Great post Janet, about the only thing I see differently is the Camerroon wrapper. I haven't cared for any of the ones I've tried. Like a couple of others have said, I find I like the Nicaraguan cigars the most. Although I've only had a handful of CCs, I'd say the '64 Padron is as good as any of them.


----------



## Damselnotindistress (Aug 7, 2011)

Hey, all, I'm very, very thankful for your kind responses (and especially the RG bumps!!!) Also, Craig, there are some Cameroon wrapped or tobaccoed smokes that have indeed done ZERO for me as far as flavor or satisfaction. One of them was Rocky Patel's (2003?) blue band Cameroon release. 'Don't know what the hell happened with that. But I'm thinking maybe I should try it again just to be sure. Also, several of Partagas' Dominicans feature Cameroon tobacco or wrappers. I'm hesitant to confess that I've absolutely found those Dominican Partagas's despite their prestige, shall we say :yawn: However, their Partagas No.2, on a good day, CAN actually be on par with even some Habano tobacco. Like I said you have to catch it on a GOOD day! Thanks again, all, for your very kind responses!


----------



## brettwoody (Dec 2, 2012)

Thanks Janet, that is exactly the info I was looking for. Man, I hope to one day be able to appreciate the nuances of cigars at your level!


----------



## Quine (Nov 9, 2011)

Nice summary and RG for Janet! I like them all. In my own list of sticks I usually have on hand I find Dominicans, Hondurans (G. Rico's Gran Habanos should be mentioned here) and Nicaraguans, with wrappers from all these countries, and also Connecticut, Brazil, Mexico, and Cameroon! As ghe just said, the variety is endless! As my palate has developed over the last 18+ months now I discover I like variety. If I have a stick with dark fruit or coco flavors one day, I like something more nutty with leather the next, and vegetal/mushroom (which also tends to go with leather) the day after that! Not necessarily in that order, but you get the idea, mix them up and enjoy the variety.


----------



## BMack (Dec 8, 2010)

I agree with Janet, Cameroon is delicious and underappreciated...so is a good Sumatra.
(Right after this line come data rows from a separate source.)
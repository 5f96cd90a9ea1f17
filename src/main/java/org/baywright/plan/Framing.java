package org.baywright.plan;

import java.util.ArrayList;
import java.util.List;
import java.util.Optional;

/**
 * Expands a floor layout into its members: the members drawn explicitly plus the beams each
 * {@link Infill} generates.
 *
 * <p>An infill fills the bay between grid lines x0–x1 and y0–y1 with beams spanning in its direction,
 * evenly spaced across the bay: {@code count} beams at spacing (bay width)/(count + 1), or, by maximum
 * spacing, the fewest beams whose spacing does not exceed it. Generated ids are the infill's id with
 * the beam's number, e.g. {@code IF-AB-12/1}.
 *
 * <p>The spacing is measured from the bay's sides, so the deck reaches the spacing the user gave only if
 * something carries it on those sides too: the two grid lines of the bay parallel to the beams (the
 * column lines). An infill therefore also places a <em>line beam</em> on each of those sides, from girder
 * line to girder line, unless a member already lies along that side (a member drawn there, or the line
 * beam of an earlier infill of the floor sharing the side): two beams are never placed on one line. Line
 * beams are named by the side: {@code IF-AB-12/W}, {@code /E} (beams along y) or {@code /S}, {@code /N}
 * (beams along x). Without them an infill at 10 ft in a 30 ft bay would leave the deck spanning 20 ft
 * across the column line between two bays.
 */
public final class Framing {
    private Framing() {
    }

    /** The most beams one infill may generate; a plan asking for more is refused with a located problem. */
    public static final int MAX_INFILL_BEAMS = 1000;

    /**
     * Distance, m, within which a member counts as lying on a bay's side line (1 mm: far below any
     * drawing precision, far above the rounding of coordinates read from a file).
     */
    public static final double ON_LINE = 1e-3;

    /** All members of a floor: explicit ones first, then each infill's beams in order (line beams deduplicated). */
    public static List<Member> members(Plan plan, Floor floor) {
        List<Member> out = new ArrayList<>(floor.members());
        for (Infill inf : floor.infills()) {
            out.addAll(infillBeams(plan, inf, out));
        }
        return out;
    }

    /** The beams one infill generates on its own: its beams and both line beams (empty if its grid lines are unknown). */
    public static List<Member> infillBeams(Plan plan, Infill inf) {
        return infillBeams(plan, inf, List.of());
    }

    /**
     * The beams one infill generates among the members already on the floor: its evenly spaced beams,
     * then a line beam on each side of the bay parallel to them where no member of {@code existing} lies
     * along that side (empty if its grid lines are unknown; validation reports that).
     */
    public static List<Member> infillBeams(Plan plan, Infill inf, List<Member> existing) {
        Optional<GridLine> gx0 = plan.gridLine(inf.x0());
        Optional<GridLine> gx1 = plan.gridLine(inf.x1());
        Optional<GridLine> gy0 = plan.gridLine(inf.y0());
        Optional<GridLine> gy1 = plan.gridLine(inf.y1());
        if (gx0.isEmpty() || gx1.isEmpty() || gy0.isEmpty() || gy1.isEmpty()) {
            return List.of();
        }
        double xa = Math.min(gx0.get().offset(), gx1.get().offset());
        double xb = Math.max(gx0.get().offset(), gx1.get().offset());
        double ya = Math.min(gy0.get().offset(), gy1.get().offset());
        double yb = Math.max(gy0.get().offset(), gy1.get().offset());
        boolean alongX = inf.direction() == GridLine.Axis.X;
        double width = alongX ? yb - ya : xb - xa;
        int n = beamCount(inf, width);
        List<Member> out = new ArrayList<>(n);
        for (int i = 1; i <= n; i++) {
            double c = (alongX ? ya : xa) + width * i / (n + 1);
            Point s = alongX ? new Point(xa, c) : new Point(c, ya);
            Point e = alongX ? new Point(xb, c) : new Point(c, yb);
            out.add(new Member(inf.id() + "/" + i, MemberKind.BEAM, s, e, Optional.empty()));
        }
        double lo = alongX ? xa : ya;
        double hi = alongX ? xb : yb;
        double[] sides = alongX ? new double[] {ya, yb} : new double[] {xa, xb};
        String[] names = alongX ? new String[] {"S", "N"} : new String[] {"W", "E"};
        for (int k = 0; k < 2; k++) {
            double c = sides[k];
            if (k == 1 && !(c - sides[0] > ON_LINE) || occupied(existing, alongX, c, lo, hi)) {
                continue;
            }
            Point s = alongX ? new Point(lo, c) : new Point(c, lo);
            Point e = alongX ? new Point(hi, c) : new Point(c, hi);
            out.add(new Member(inf.id() + "/" + names[k], MemberKind.BEAM, s, e, Optional.empty()));
        }
        return out;
    }

    /**
     * True when a member lies along the line {@code y = c} ({@code alongX}) or {@code x = c} over part of
     * {@code [lo, hi]} longer than {@link #ON_LINE}.
     */
    private static boolean occupied(List<Member> members, boolean alongX, double c, double lo, double hi) {
        for (Member m : members) {
            double a0 = alongX ? m.start().y() : m.start().x();
            double a1 = alongX ? m.end().y() : m.end().x();
            if (Math.abs(a0 - c) > ON_LINE || Math.abs(a1 - c) > ON_LINE) {
                continue;
            }
            double s0 = alongX ? m.start().x() : m.start().y();
            double s1 = alongX ? m.end().x() : m.end().y();
            double overlap = Math.min(hi, Math.max(s0, s1)) - Math.max(lo, Math.min(s0, s1));
            if (overlap > ON_LINE) {
                return true;
            }
        }
        return false;
    }

    /**
     * Relative slack when a bay is a whole number of spacings: plan files keep ten significant digits
     * (and US files convert feet to metres), so a bay of exactly two spacings may read back a few parts
     * in 10⁹ either side of 2. One part per million is far below any drawing tolerance.
     */
    static final double WHOLE_SPACINGS_SLACK = 1e-6;

    /** Number of beams: the count, or the fewest with spacing ≤ maxSpacing (to {@link #WHOLE_SPACINGS_SLACK}). */
    public static int beamCount(Infill inf, double bayWidth) {
        if (inf.count() > 0) {
            return inf.count();
        }
        if (!(inf.maxSpacing() > 0) || !(bayWidth > 0)) {
            return 0;
        }
        return Math.max(0, (int) Math.ceil(bayWidth / inf.maxSpacing() - WHOLE_SPACINGS_SLACK) - 1);
    }
}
Also, don't forget not all Cameroon wrapper cigars have it on their label...look at the Fuentes that many seem to forget have a Cameroon wrapper.


----------



## jsonracer (Sep 17, 2012)

Thanks Janet, good info for a newbie such as myself


----------



## B.L. Sims (Jan 14, 2010)

From my experience, Dominican tobaccos to be a bit softer and sweeter.


----------